Increasingly, patients are being encouraged to become involved in their healthcare.11,12 Systematic reviews of studies exploring the involvement of patients and relatives in detecting and escalating clinical deterioration identified that in some hospitals, patients, and relatives are invited to escalate patient care by triggering a critical care outreach team if they suspect patient deterioration and have not received a response from the ward team.13,14 However, patient- and relative-led escalation systems implemented in the reviewed studies did not consider the extent to which patients and relatives can effectively monitor and detect changes in their condition, and there is scant empirical evidence exploring the ability of patients to recognize signs of their deteriorating condition.13 Therefore, it is important for this evidence gap to be addressed, to better understand the potential safety benefits, or challenges, of involving patients in the detection and escalation of clinical deterioration.

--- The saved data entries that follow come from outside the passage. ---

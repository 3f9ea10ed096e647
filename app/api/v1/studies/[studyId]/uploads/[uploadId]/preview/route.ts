import { type Corrections, corrections } from "@/app/_import/corrections";
import { headingHash, offeredLayout } from "@/app/_import/layout-memory";
import type { ImportPreview } from "@/app/_import/preview";
import { previewUpload } from "@/app/_import/read-upload";
import { storedFrom } from "@/app/_import/study-context";
import { notFoundProblem } from "@/app/_server/problem";
import { route } from "@/app/_server/route";
import type { Handle } from "@/db/database";
import { recallLayout } from "@/db/import-layout/import-layout";
import type { Actor } from "@/db/member/actor";
import { readStudy } from "@/db/study/study.queries";
import { openUpload } from "@/db/upload/upload.queries";

/** How the group read files of this heading before, where that says more than what was said of this one. */
async function rememberedFor(db: Handle, actor: Actor, reading: ImportPreview, said: Corrections) {
  const hash = reading.status === "read" ? headingHash(reading) : null;
  const layout = hash === null ? undefined : await recallLayout(db, actor, hash);
  const offered = layout === undefined ? null : offeredLayout(layout.corrections, said);
  return layout === undefined || offered === null
    ? null
    : { corrections: offered, fileName: layout.fileName, at: layout.at };
}

/** What would be stored from a waiting file, read anew under the corrections in the body. Changes nothing. */
export const POST = route(
  { schema: corrections, scope: "write", role: "analyst" },
  async ({ params, actor, input, db }) => {
    const studyId = params.studyId ?? "";
    const study = await readStudy(db, actor, studyId);
    const upload = await openUpload(db, actor, { studyId, uploadId: params.uploadId ?? "" });
    if (study === undefined || upload === undefined || upload.state !== "waiting") return notFoundProblem();
    const reading = await previewUpload(upload, study.sheet, input);
    return Response.json(
      {
        file: {
          uploadId: upload.uploadId,
          fileName: upload.fileName,
          size: upload.size,
          sha256: upload.sha256,
          storedAs: storedFrom(study.sheet, upload.sha256),
        },
        revision: study.revision,
        reading,
        remembered: await rememberedFor(db, actor, reading, input),
      },
      { headers: { "Cache-Control": "no-store" } },
    );
  },
);
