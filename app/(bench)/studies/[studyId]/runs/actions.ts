"use server";

import { notFound } from "next/navigation";
import { type ActionResult, done, refused } from "@/app/_server/action-result";
import { memberAction } from "@/app/_server/member-action";
import {
  type ChangedLaw,
  changeWithEffect,
  type LawPreview,
  previewEffect,
} from "@/app/_server/study-change";
import { rateDisplay } from "@/app/_worksheet/display-units";
import { lawSpecies } from "@/app/_worksheet/present-runs";
import { workedOut } from "@/app/_worksheet/worked-out";
import { newIdentifier } from "@/db/identifier";
import { addRuns, removeRuns, restoreRuns, setRunsAside, takeRunsBack } from "@/db/run/run.commands";
import type { Sheet } from "@/db/sheet/sheet.schema";
import { readStudy } from "@/db/study/study.queries";
import { changeRows, type RowsRefusal } from "./change-rows";
import { cellsOf, nextLabel, type RowShape } from "./run-row";
import { previewInput, recipeInput, rowsInput, runsInput, setAsideInput } from "./schema";

/** The law with and without these runs; nothing is written. */
export const previewAside = memberAction(
  previewInput,
  "analyst",
  async ({ db, actor, input }): Promise<ActionResult<LawPreview>> => {
    const asked = new Set(input.runIds);
    const setAside = input.aside
      ? { reason: "asked about", memberId: actor.memberId, at: new Date().toISOString() }
      : null;
    return done(
      await previewEffect(db, actor, input.studyId, (sheet) => ({
        ...sheet,
        runs: sheet.runs.map((run) => (asked.has(run.id) ? { ...run, setAside } : run)),
      })),
    );
  },
);

export const setAside = memberAction(setAsideInput, "analyst", ({ db, actor, input }) =>
  changeWithEffect(db, actor, input.studyId, () =>
    setRunsAside(db, actor, input, input.runIds, input.reason),
  ),
);

export const takeBack = memberAction(runsInput, "analyst", ({ db, actor, input }) =>
  changeWithEffect(db, actor, input.studyId, () => takeRunsBack(db, actor, input, input.runIds)),
);

export const putIntoBin = memberAction(runsInput, "analyst", ({ db, actor, input }) =>
  changeWithEffect(db, actor, input.studyId, () => removeRuns(db, actor, input, input.runIds)),
);

export const restoreFromBin = memberAction(runsInput, "analyst", ({ db, actor, input }) =>
  changeWithEffect(db, actor, input.studyId, () => restoreRuns(db, actor, input, input.runIds, workedOut)),
);

/** Plans a run with another run's recipe. */
export const repeatRecipe = memberAction(recipeInput, "analyst", async ({ db, actor, input }) => {
  const study = (await readStudy(db, actor, input.studyId)) ?? notFound();
  const source = study.sheet.runs.find((run) => run.id === input.runId && run.removedIn === null);
  if (source === undefined)
    return refused("The run whose recipe was wanted is not on the sheet. Load the page again.");
  const label = nextLabel(study.sheet.runs.map((run) => run.label));
  return changeWithEffect(db, actor, input.studyId, () =>
    addRuns(db, actor, input, [
      {
        id: newIdentifier(),
        label,
        concentrations: source.concentrations,
        volumes: source.volumes,
        markMicrolitre: source.markMicrolitre,
        remark: `Repeats ${source.label}`,
      },
    ]),
  );
});

export type KeptRows =
  /** `runIds` by the page's key of each row. */
  | ({ readonly status: "kept"; readonly runIds: Readonly<Record<string, string>> } & ChangedLaw)
  /** Some rows are not read; nothing was kept. By row key and column. */
  | { readonly status: "faults"; readonly faults: RowsRefusal }
  /** Others changed the same rows: their texts as they are now, by run id. */
  | {
      readonly status: "conflict";
      readonly revision: number;
      readonly theirs: Readonly<Record<string, Readonly<Record<string, string>>>>;
    };

/** Keeps edited and new rows together as one revision. */
export const keepRows = memberAction(
  rowsInput,
  "analyst",
  async ({ db, actor, input }): Promise<ActionResult<KeptRows>> => {
    const study = (await readStudy(db, actor, input.studyId)) ?? notFound();
    const shape = shapeOf(study.sheet);
    const runIds = Object.fromEntries(input.rows.map((row) => [row.key, row.runId ?? newIdentifier()]));
    const seen: { faults: RowsRefusal | null; conflict: boolean } = { faults: null, conflict: false };
    const outcome = await changeWithEffect(db, actor, input.studyId, async () => {
      const result = await changeRows(db, actor, input, { rows: input.rows, runIds, shape });
      if ("faults" in result) {
        seen.faults = result.faults;
        return { status: "unchanged" };
      }
      seen.conflict = result.status === "conflict";
      return result;
    });
    if (seen.faults !== null) return done({ status: "faults", faults: seen.faults });
    if (seen.conflict) return done(await conflictOf(db, actor, input));
    return outcome.ok ? done({ status: "kept", runIds, ...outcome.value }) : outcome;
  },
);

function shapeOf(sheet: Sheet): RowShape {
  return { species: lawSpecies(sheet), rateFactor: rateDisplay(sheet).factor };
}

async function conflictOf(
  db: Parameters<typeof readStudy>[0],
  actor: Parameters<typeof readStudy>[1],
  input: { studyId: string; rows: readonly { runId: string | null }[] },
): Promise<Extract<KeptRows, { status: "conflict" }>> {
  const { sheet, revision } = (await readStudy(db, actor, input.studyId)) ?? notFound();
  const shape = shapeOf(sheet);
  const wanted = new Set(input.rows.map(({ runId }) => runId));
  const theirs = sheet.runs.flatMap((run) =>
    wanted.has(run.id) ? [[run.id, cellsOf(run, shape)] as const] : [],
  );
  return { status: "conflict", revision, theirs: Object.fromEntries(theirs) };
}
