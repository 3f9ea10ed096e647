export type {
  AddedVariable,
  RateConstant,
  RateLawFit,
  RateLawInput,
  RateLawResult,
  RateLawRun,
  SharedUncertainty,
  SimpleOrderReading,
} from "./rate-law";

The current study is the first to explore the potential clinical effectiveness of involving patients in the recognition of clinical deterioration, by inviting nurses and healthcare assistants to record patient-reported wellness during routine observations. This was explored via the following research questions: (a) Does patient-reported wellness add to the prediction of NEWS recorded during the next observation while controlling for baseline NEWS? (b) Does patient-reported wellness add to the prediction of NEWS recorded at an observation approximately 24 hours while controlling for baseline NEWS?
Setting and Participants
The study was conducted on four oncology wards within a community hospital in Northern England in September 2017. Cancer accounts for 28% of deaths in the United Kingdom15 and cancer patients can experience poor clinical outcomes, including clinical deterioration in their condition.16 Pragmatic reasons to invite these wards to participate included their use of an electronic observation system, which allowed for the efficient collection of patient wellness ratings during observation with minimal disruption to the usual routine of healthcare staff.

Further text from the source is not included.